◆ Activity: Beneath this instruction is a listing. Transcribe from it only the stretch from the line with "# off the band, the" through the line with "left = srf is not None and srf < f[0]", both end lines included, exactly as written.

::: The data

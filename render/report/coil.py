"""``render coil``'s plot: each coil's |Z| and phase over 20 Hz–20 kHz, with its self-resonance."""

from __future__ import annotations

import numpy as np

from .. import units as U
from .plots import PALETTE, STYLES, pyplot, save


def resonance_note(name: str, srf_hz: float | None, band_hz: tuple[float, float]) -> str:
    """What the plot says of a coil's self-resonance: its frequency, with an arrow when it lies off the band.

    ``"coil_a self-resonance 35 kHz →"`` above the band, ``"← coil_a self-resonance 12 Hz"``
    below it, ``"coil_a self-resonance 8.1 kHz"`` inside (the dotted line), and
    ``"coil_a: no self-resonance below 10 MHz"`` when there is none.
    """
    if srf_hz is None:
        return f"{name}: no self-resonance below 10 MHz"
    text = f"{name} self-resonance {U.format_si(srf_hz, 'Hz', 3)}"
    if srf_hz > band_hz[1]:
        return f"{text} →"
    if srf_hz < band_hz[0]:
        return f"← {text}"
    return text


def coil_plot(path, record: dict, *, overwrite: bool = False):
    """|Z| (log) and phase of coil_a and coil_b; the self-resonance marked where it lies in the band, and named (with an arrow when off it)."""
    plt = pyplot()
    fig, (ax_m, ax_p) = plt.subplots(2, 1, figsize=(8, 6), sharex=True)
    for k, (name, c) in enumerate(record["coils"].items()):
        f = np.asarray(c["frequency_hz"])
        label = f"{name} ({c['source']})"
        ax_m.loglog(f, c["magnitude_ohm"], color=PALETTE[k], ls=STYLES[k], lw=1.4, label=label)
        ax_p.semilogx(f, c["phase_deg"], color=PALETTE[k], ls=STYLES[k], lw=1.4, label=label)
        srf = c["self_resonance_hz"]
        if srf is not None and f[0] <= srf <= f[-1]:
            for ax in (ax_m, ax_p):
                ax.axvline(srf, color=PALETTE[k], ls=":", lw=1.0)
        # off the band, the resonance is said at the edge it lies beyond; in it, beside its dotted line
        note = resonance_note(name, srf, (float(f[0]), float(f[-1])))
        left = srf is not None and srf < f[0]
        ax_m.annotate(note, xy=(0.01 if left else 0.99, 0.05 + 0.08 * k), xycoords="axes fraction", ha="left" if left else "right", va="bottom", fontsize=8, color=PALETTE[k])
    ax_m.set_ylabel("|Z| (Ω)")
    ax_p.set_ylabel("phase (°)")
    ax_p.set_xlabel("frequency (Hz)")
    for ax in (ax_m, ax_p):
        ax.grid(True, which="both", color="#dddddd", linewidth=0.6)
    ax_m.legend(fontsize=8, frameon=False)
    fig.suptitle(f"{record['design']}: coil impedance at the terminals (dotted: self-resonance)", fontsize=11)
    fig.subplots_adjust(left=0.11, right=0.97, bottom=0.09, top=0.92, hspace=0.12)
    return save(fig, path, overwrite=overwrite)
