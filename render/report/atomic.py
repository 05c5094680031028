"""Atomic file output: write to a temporary name in the same folder, fsync, rename.

A file under its final name is therefore always complete: an interrupted
or failed command leaves at most a ``.tmp-*`` file, which is removed when
the failure is seen.
"""

from __future__ import annotations

import contextlib
import os
import tempfile
from pathlib import Path

from ..errors import InputError


@contextlib.contextmanager
def atomic_path(path: str | Path, *, overwrite: bool = False):
    """Yield a temporary path beside ``path``; on success rename it to ``path``.

    Raises InputError if ``path`` exists and ``overwrite`` is false, or if
    the folder cannot be written.
    """
    path = Path(path)
    if path.is_dir():
        raise InputError(f"{path}: is a folder; give a file name to write")
    if path.exists() and not overwrite:
        raise InputError(f"{path}: exists; pass --overwrite to replace it or choose another name")
    folder = path.parent if str(path.parent) else Path(".")
    if not folder.is_dir():
        raise InputError(f"{folder}: folder does not exist; create it first or choose another path")
    try:
        fd, tmp = tempfile.mkstemp(prefix=f".tmp-{path.name}.", dir=folder)
    except OSError as exc:
        raise InputError(f"{folder}: cannot write here ({exc.strerror}); choose another folder") from None
    os.close(fd)
    tmp = Path(tmp)
    try:
        yield tmp
        with open(tmp, "rb+") as fh:
            os.fsync(fh.fileno())
        os.chmod(tmp, 0o644)  # mkstemp makes 0600; give the usual rw-r--r--
        os.replace(tmp, path)
    except OSError as exc:
        raise InputError(f"{path}: could not be written ({exc.strerror}); check free space and permissions") from None
    finally:
        with contextlib.suppress(FileNotFoundError):
            tmp.unlink()


def write_bytes(path: str | Path, data: bytes, *, overwrite: bool = False) -> Path:
    """Write ``data`` to ``path`` atomically."""
    with atomic_path(path, overwrite=overwrite) as tmp:
        tmp.write_bytes(data)
    return Path(path)


def write_text(path: str | Path, text: str, *, overwrite: bool = False) -> Path:
    """Write UTF-8 ``text`` to ``path`` atomically."""
    return write_bytes(path, text.encode("utf-8"), overwrite=overwrite)
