def read_construction(data: Any, *, source: str) -> Construction:
    """The ``[construction]`` table as a :class:`~render.magnetics.construction.Construction`."""
    t = read_table(data, CONSTRUCTION, source=source, table="construction")
    loc = where(source, "construction")
    cores = t["string_cores"]
    n = len(cores)
    outers = t.get("string_diameters", cores)
    if len(outers) != n:
        raise InputError(f"{loc} string_diameters: {len(outers)} values for {n} string_cores; give one per string, lowest first")
    for i, (c, o) in enumerate(zip(cores, outers)):
        if o < c:
            raise InputError(f"{loc} string_diameters: entry {i + 1} ({o * 1e3:g} mm) is smaller than its core ({c * 1e3:g} mm)")
    heights = t["string_height"]
    heights = (heights,) * n if isinstance(heights, float) else heights
    if len(heights) != n:
        raise InputError(f"{loc} string_height: {len(heights)} values for {n} strings; give one, or one per string")
    try:
        br, mu = magnet_figures(t.get("magnet_grade"), t.get("remanence"), t.get("magnet_permeability"))
    except InputError as exc:
        raise InputError(f"{source}: {exc}") from None
    kind = t["kind"]
    steel_keys = [k for k in ("steel_width", "steel_length", "steel_height") if k in t]
    steel = None
    if kind == "magnet-blades":
        if steel_keys or "poles" in t or "pole_spacing" in t:
            extra = steel_keys + [k for k in ("poles", "pole_spacing") if k in t]
            raise InputError(f"{loc}: {', '.join(extra)} given, but magnet-blades has no steel pieces; leave them out")
    else:
        need = ["steel_width", "steel_height"] + (["steel_length"] if kind == "steel-blades" else [])
        missing = [k for k in need if k not in t]
        if missing:
            raise InputError(f'{loc}: kind="{kind}" needs {", ".join(missing)} (the steel\'s size)')
        if kind == "steel-poles" and "steel_length" in t:
            raise InputError(f"{loc}: steel_length given for steel-poles; a screw's size is its diameter (steel_width) and steel_height")
        w = t["steel_width"]
        steel = (w, t.get("steel_length", w), t["steel_height"])
    if kind != "steel-poles" and ("poles" in t or "pole_spacing" in t):
        raise InputError(f'{loc}: poles and pole_spacing go with kind="steel-poles"')
    strings = Strings(
        cores=cores, outers=tuple(outers), spacing=t["string_spacing"], heights=tuple(heights), wrap_share=t["wrap_share"], permeability=t["string_permeability"], saturation=t["string_saturation"]
    )
    try:
        return Construction(
            kind=kind,
            magnet=(t["magnet_width"], t["magnet_length"], t["magnet_height"]),
            remanence=br,
            magnet_permeability=mu,
            grade=t.get("magnet_grade"),
            steel=steel,
            poles=t.get("poles", n) if kind == "steel-poles" else 0,
            pole_spacing=t.get("pole_spacing", t["string_spacing"]) if kind == "steel-poles" else 0.0,
            steel_permeability=t["steel_permeability"],
            top=t["top"],
            strings=strings,
        )
    except InputError as exc:
        raise InputError(f"{source}: {exc}") from None
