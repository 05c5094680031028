"""The finite-element core check's figures (run by hand: ``python tests/bench/bench_core_fe.py``; under a minute).

Prints the two tables of ``tests/magnetics/test_core_fe.py``'s docstring: the
GetDP model's mesh convergence (air inductance against Brooks's coil, the
rod's rise at µr = 10 and 100, nodes, wall time) and render's rise for the
same rod at ``refine`` 1, 2 and 3, over the FE rise at the test's mesh. The
FE rise's limit is a Richardson estimate from the three finest meshes
(Richardson, Phil. Trans. R. Soc. A 210, 307–357, 1911). Needs gmsh and GetDP
(Debian packages) and magpylib-material-response. Not collected by pytest.
"""

from __future__ import annotations

import math
import sys
import time
from pathlib import Path

sys.path.insert(0, str(Path(__file__).resolve().parents[1]))

from magnetics.getdp_reference import solve  # noqa: E402
from magnetics.test_core_fe import COIL, MESH, _render_rise  # noqa: E402

BROOKS = 1.6994e-6 * 1.5 * COIL.inner_radius * COIL.turns**2  # Grover 1946 ch. 13 (c = inner radius)


def main() -> None:
    rises = {10.0: [], 100.0: []}
    at_test = {}
    print("mesh s   nodes   air L vs Brooks   ΔL µr=10    ΔL µr=100   seconds")
    for s in (0.6e-3, 0.3e-3, 0.15e-3, 0.075e-3):
        t = time.perf_counter()
        air, r10, r100 = solve(COIL, (1.0, 10.0, 100.0), mesh=s, corner=0.25, far=16 * s)
        dt = time.perf_counter() - t
        d10, d100 = r10.inductance - air.inductance, r100.inductance - air.inductance
        rises[10.0].append(d10)
        rises[100.0].append(d100)
        if math.isclose(s, MESH):
            at_test = {10.0: d10, 100.0: d100}
        print(f"{s * 1e3:5.3f} mm {air.nodes:7d}   {air.inductance / BROOKS - 1:+.4%}        {d10 * 1e3:.4f} mH  {d100 * 1e3:.4f} mH  {dt:.1f}")
    for mur, r in rises.items():
        a, b, c = r[-3:]
        limit = c + (c - b) ** 2 / ((b - a) - (c - b))  # Aitken's form of Richardson's step, meshes halving
        print(f"µr = {mur:g}: FE rise limit ≈ {limit * 1e3:.4f} mH; the test's mesh reads {at_test[mur] / limit - 1:+.2%}")
    print("render's rise over the FE's at the test's mesh:")
    for mur in (10.0, 100.0):
        for refine in (1.0, 2.0, 3.0):
            t = time.perf_counter()
            rise = _render_rise(mur, refine)
            print(f"  µr = {mur:g}, refine {refine:g}: {rise * 1e3:.3f} mH, {rise / at_test[mur]:.4f} ({time.perf_counter() - t:.1f} s)")


if __name__ == "__main__":
    main()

::::::

◆ Response:
        # off the band, the resonance is said at the edge it lies beyond; in it, beside its dotted line
        note = resonance_note(name, srf, (float(f[0]), float(f[-1])))
        left = srf is not None and srf < f[0]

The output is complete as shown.